The female sex hormone oestrogen plays an important role in the structural stability of bones. To date, however, it had been unclear exactly which cells were involved in the hormone’s protective function in preventing changes in bone density. Researchers at Vetmeduni Vienna were able to show for the first time that oestrogen uses a certain cell type as a “mediator” for its beneficial effects on bone. When oestrogen binds to these so-called “bone lining cells”, which cover the bone surfaces, it regulates the expression of a protein called RANKL in these cells. Oestrogen deficiency leads to uncontrolled expression of RANKL, which can trigger pathological changes in the bones. The results were published in Scientific Reports.

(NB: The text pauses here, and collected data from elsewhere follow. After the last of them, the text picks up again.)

import type { TerritoryProblem } from './problem.ts';
import { mostSteps } from './today-steps.ts';

/**
 * Refuses what no caller may ask.
 * @throws RangeError when lists differ in length, a number of a unit or territory is out of range, two
 * territories that stay share a base, a unit is to be apart from itself, or a setting leaves its range
 */
export function validate(problem: TerritoryProblem): void {
	checkLengths(problem);
	checkNumbers(problem);
	checkBases(problem);
	checkSettings(problem);
}

function checkLengths({ graph, measures, today, locks, cost }: TerritoryProblem): void {
	const units = graph.count;
	const require = (name: string, length: number) => {
		if (length !== units) throw new RangeError(`${name}: ${length} entries for ${units} units.`);
	};
	require('today', today.length);
	measures.forEach((measure, m) => require(`measures[${m}].values`, measure.values.length));
	if (locks) require('locks', locks.length);
	if (cost) require('cost', cost.length);
}

function checkNumbers({ graph, today, locks, together, apart, territories }: TerritoryProblem) {
	const within = (name: string, value: number, least: number, count: number) => {
		if (Number.isInteger(value) && value >= least && value < count) return;
		throw new RangeError(`${name}: ${value} is not a whole number from ${least} to ${count - 1}.`);
	};
	for (let u = 0; u < graph.count; u++) {
		within(`today[${u}]`, today[u], -1, territories.length);
		if (locks) within(`locks[${u}]`, locks[u], -1, territories.length);
	}
	for (const pair of [...(together ?? []), ...(apart ?? [])]) {
		for (const unit of pair) within('together or apart', unit, 0, graph.count);
	}
	territories.forEach(({ base }, t) => within(`territories[${t}].base`, base, -1, graph.count));
	for (const [a, b] of apart ?? []) {
		if (a === b) throw new RangeError(`Unit ${a} cannot be apart from itself.`);
	}
}

function checkBases({ territories }: TerritoryProblem): void {
	const owner = new Map<number, number>();
	territories.forEach(({ base, capacity, closing }, t) => {
		if (!(capacity > 0 && capacity < Infinity)) {
			throw new RangeError(`territories[${t}].capacity: ${capacity} is not above 0.`);
		}
		if (base < 0 || closing) return;
		const other = owner.get(base);
		if (other !== undefined) {
			throw new RangeError(`Unit ${base} is the base of territories ${other} and ${t}.`);
		}
		owner.set(base, t);
	});
}

function checkSettings({ measures, compactness, reach, seed }: TerritoryProblem): void {
	for (const { name, tolerance } of measures) {
		if (tolerance !== null && !(tolerance >= 0 && tolerance < Infinity)) {
			throw new RangeError(`The tolerance of ${name} is ${tolerance}.`);
		}
	}
	if (compactness !== undefined && !(compactness >= 0 && compactness <= 1)) {
		throw new RangeError(`compactness: ${compactness} is not from 0 to 1.`);
	}
	if (reach !== null && !(Number.isInteger(reach) && reach >= 0 && reach <= mostSteps)) {
		throw new RangeError(`reach: ${reach} is not a whole number from 0 to ${mostSteps}.`);
	}
	if (!(Number.isInteger(seed) && seed >= 0 && seed <= 0xffffffff)) {
		throw new RangeError(`seed: ${seed} is not a whole number from 0 to 2^32 - 1.`);
	}
}

/**
 * What moving each unit costs; 1 each where nothing is said.
 * @throws RangeError for a cost that is not a number of 0 or more
 */
export function costsOf({ cost, graph }: TerritoryProblem): Float64Array {
	if (!cost) return new Float64Array(graph.count).fill(1);
	cost.forEach((value, u) => {
		if (!(value >= 0 && value < Infinity)) throw new RangeError(`cost[${u}]: ${value}`);
	});
	return cost;
}
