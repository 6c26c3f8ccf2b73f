import type { SearchState } from './search-state.ts';
import type { SearchTerms } from './search-terms.ts';

/**
 * What a territory's loads cost the search, in moves: `excess` for each mean unit outside tolerance,
 * `step` for being outside at all, and
 * `spread` times the squared distance from the target over the width of the band. The second, which
 * fades, lets a surplus travel through territories that are within tolerance.
 */
export class Penalty {
	excess = 0;
	step = 0;
	spread = 0;
	/** penalty of each territory at its loads of now */
	readonly now: Float64Array;
	private readonly terms: SearchTerms;
	private readonly state: SearchState;

	constructor(state: SearchState) {
		this.state = state;
		this.terms = state.terms;
		this.now = new Float64Array(this.terms.prepared.territories);
	}

	/** Sets both weights and reckons every territory in `territories` afresh. */
	weigh(excess: number, step: number, spread: number, territories: Int32Array): void {
		this.excess = excess;
		this.step = step;
		this.spread = spread;
		for (const t of territories) this.now[t] = this.at(t, -1, -1);
	}

	refresh(t: number): void {
		this.now[t] = this.at(t, -1, -1);
	}

	/** The penalty of territory `t` with unit `gained` more and unit `lost` less; -1 for none. */
	at(t: number, gained: number, lost: number): number {
		const { prepared, perUnit, curve } = this.terms;
		const { units, territories, bound, loads, least, greatest, targets } = prepared;
		const held = this.state.loads;
		let sum = 0;
		for (let m = 0, at = t; m < bound.length; m++, at += territories) {
			let load = held[at];
			if (gained >= 0) load += loads[m * units + gained];
			if (lost >= 0) load -= loads[m * units + lost];
			const off = load - targets[at];
			const over =
				load > greatest[at] ? load - greatest[at] : load < least[at] ? least[at] - load : 0;
			if (over > 0) sum += this.step + this.excess * over * perUnit[m];
			sum += this.spread * off * off * curve[at];
		}
		return sum;
	}
}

The most important female sex hormone, oestrogen, plays a crucial role in the regulation of bone mass. Oestrogen deficiency is known to be a major cause of postmenopausal osteoporosis, or bone weakness. Skeletal stability and pathological skeletal changes thus depend directly on the hormone’s availability and its interaction with the bone cells.

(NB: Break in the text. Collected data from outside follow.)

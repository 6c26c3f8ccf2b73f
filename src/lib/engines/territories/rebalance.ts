import { planFrom } from './plan-of.ts';
import { preCheck } from './pre-check.ts';
import type { Prepared } from './prepare.ts';
import { prepare } from './prepared.ts';
import type { Plan, RebalanceResult, TerritoryProblem, Watch } from './problem.ts';
import { search } from './search.ts';
import { shortfall } from './shortfall.ts';

/**
 * Evens out territories: every measure within its tolerance of the targets, every territory in one
 * piece, all rules kept, and today disturbed as little as the goal allows; or why it cannot be done; or,
 * undecided, the plan that came nearest. The same problem gives the same answer.
 *
 * A plan proposed keeps every rule (`checkPlan` tells so by itself). `lowerBound` is never above the
 * cost of any plan that does; `proved` is said only where the bound meets the cost.
 * A cancelled run answers with the best so far.
 *
 * @throws RangeError for a programmer's error: see `validate`
 */
export async function rebalance(
	problem: TerritoryProblem,
	watch: Watch = {},
): Promise<RebalanceResult> {
	const prepared = prepare(problem);
	if ('status' in prepared) return prepared;
	watch.progress?.('Checking the rules', 0);
	const obstacle = preCheck(prepared);
	if (obstacle) return obstacle;
	const found = await search(prepared, stage(watch, 0.02, 0.75));
	const plan = found && planFrom(prepared, found.assignment);
	const lowerBound = 0;
	if (found?.sound && found.conflicts === 0 && plan) return proposed(prepared, plan, lowerBound);
	const keeps = found?.conflicts === 0 ? plan : null;
	return undecided(prepared, keeps, lowerBound, watch);
}

/** The part of the whole from `from` on that takes `share` of it. */
function stage(watch: Watch, from: number, share: number): Watch {
	return {
		...watch,
		progress: (step, part) => watch.progress?.(step, from + part * share),
	};
}

function proposed(prepared: Prepared, plan: Plan, bound: number): RebalanceResult {
	const lowerBound = Math.min(bound, plan.cost);
	const proved =
		prepared.problem.goal === 'fewest-moves' && lowerBound >= plan.cost - 1e-9 * (1 + plan.cost);
	return { status: 'proposed', ...plan, lowerBound, proved };
}

function undecided(
	prepared: Prepared,
	best: Plan | null,
	lowerBound: number,
	watch: Watch,
): RebalanceResult {
	const stopped = watch.cancelled?.() ? 'The run was stopped. ' : '';
	const message = best
		? shortfall(prepared, best)
		: 'No assignment in one piece that keeps the rules was found; whether there is one is open.';
	return { status: 'undecided', best, lowerBound, message: stopped + message };
}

Until now, however, the actual target cells responsible for mediating the effect of oestrogen on bone had still been unknown. Researchers at Vetmeduni Vienna have now demonstrated that bone lining cells act as “gatekeepers” for the hormone. By binding to these cells, oestrogen controls the expression of RANKL, an important factor in bone turnover and remodelling.
Oestrogen uses a certain cell type to mediate its effect on bone density
The development of bone structure depends on a complex system of hormones and proteins. One important component is the signalling molecule RANKL. It influences the development of special cells, the so-called osteoclasts that are responsible for bone resorption. A lack of oestrogen or the corresponding cell receptors where it can bind results in the overproduction of RANKL, which triggers a variety of pathological bone changes.

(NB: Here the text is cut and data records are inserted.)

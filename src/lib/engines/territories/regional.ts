import type { AnnealSettings } from './anneal-settings.ts';
import { Annealer } from './anneal.ts';
import type { ContiguityScratch } from './contiguity.ts';
import { Dice } from './dice.ts';
import { fullEnergy } from './search-energy.ts';
import type { SearchState } from './search-state.ts';

export interface RegionalSettings {
	/** how each region is annealed; its territories and seed are set here */
	anneal: Omit<AnnealSettings, 'territories' | 'seed'>;
	regions: number;
	seed: number;
	cancelled?: () => boolean;
	progress?: (share: number) => void;
}

/**
 * Anneals one region after the other: 5 to 11 neighbouring territories are free, the rest is frozen, and
 * what comes out is kept when it is better. Territories outside tolerance come first, then those that
 * units were moved to or from. The plan never gets worse.
 */
export function regionalAnnealing(
	state: SearchState,
	scratch: ContiguityScratch,
	settings: RegionalSettings,
): void {
	const dice = new Dice(settings.seed);
	for (let region = 0; region < settings.regions; region++) {
		if (settings.cancelled?.()) return;
		settings.progress?.(region / settings.regions);
		const centre = chooseCentre(state, dice);
		if (centre < 0) return;
		const territories = around(state, centre, 5 + dice.below(7), dice);
		const seed = dice.next();
		improve(state, scratch, { ...settings.anneal, territories, seed });
	}
}

function chooseCentre(state: SearchState, dice: Dice): number {
	const { prepared } = state.terms;
	const { assignment, outsideCount, outside } = state;
	if (outsideCount > 0 && dice.chance(50000)) {
		const t = outside[dice.below(outsideCount)];
		if (prepared.open[t]) return t;
	}
	for (let tries = 0; tries < 200; tries++) {
		const unit = dice.below(assignment.length);
		const moved = assignment[unit] !== prepared.problem.today[unit];
		if ((moved || tries >= 100) && prepared.open[assignment[unit]]) return assignment[unit];
	}
	return -1;
}

/** `centre` and up to `count` - 1 more open territories, joined to each other. */
function around(state: SearchState, centre: number, count: number, dice: Dice): Int32Array {
	const chosen = [centre];
	const edge: number[] = [];
	const seen = new Set([centre]);
	for (let t = centre; ;) {
		for (const next of neighbours(state, t)) {
			if (seen.has(next) || !state.terms.prepared.open[next]) continue;
			seen.add(next);
			edge.push(next);
		}
		if (edge.length === 0 || chosen.length >= count) return Int32Array.from(chosen).sort();
		// mostly the nearest to the centre, so that regions are round rather than long
		const at = dice.below(Math.min(edge.length, 4));
		[t] = edge.splice(at, 1);
		chosen.push(t);
	}
}

function neighbours({ members, sizes, assignment, terms }: SearchState, t: number): Set<number> {
	const { offsets, targets } = terms.prepared.graph;
	const found = new Set<number>();
	for (let k = 0; k < sizes[t]; k++) {
		const unit = members[t][k];
		for (let i = offsets[unit]; i < offsets[unit + 1]; i++) {
			const other = assignment[targets[i]];
			if (other !== t) found.add(other);
		}
	}
	return found;
}

function improve(state: SearchState, scratch: ContiguityScratch, settings: AnnealSettings): void {
	const units: number[] = [];
	for (const t of settings.territories) {
		for (let k = 0; k < state.sizes[t]; k++) units.push(state.members[t][k]);
	}
	const before = units.map((unit) => state.assignment[unit]);
	const energy = fullEnergy(state, settings, settings.territories);
	new Annealer(state, settings, scratch).run();
	if (fullEnergy(state, settings, settings.territories) < energy + 1e-9) return;
	units.forEach((unit, i) => {
		if (state.assignment[unit] !== before[i]) state.move(unit, before[i]);
	});
}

Several studies confirm oestrogen’s role in regulating RANKL production and thus in protecting skeletal integrity. “Which cells it must bind to in order to have this effect, however, had been a matter of debate,” says study director Reinhold Erben from the Unit of Physiology, Pathophysiology and Experimental Endocrinology. “We were now able to confirm that oestrogen’s effect on bone occurs primarily through binding to the bone lining cells.”
The bone lining cells cover the bone surfaces and contact other bone cells, such as the osteocytes that reside inside the bones, through cell-to-cell contact. They had been suspected of being involved in the regulation of bone resorption through the osteoclasts. The fact that the bone lining cells, as target cells for oestrogen, play a role in bone maintenance confirms this suspicion.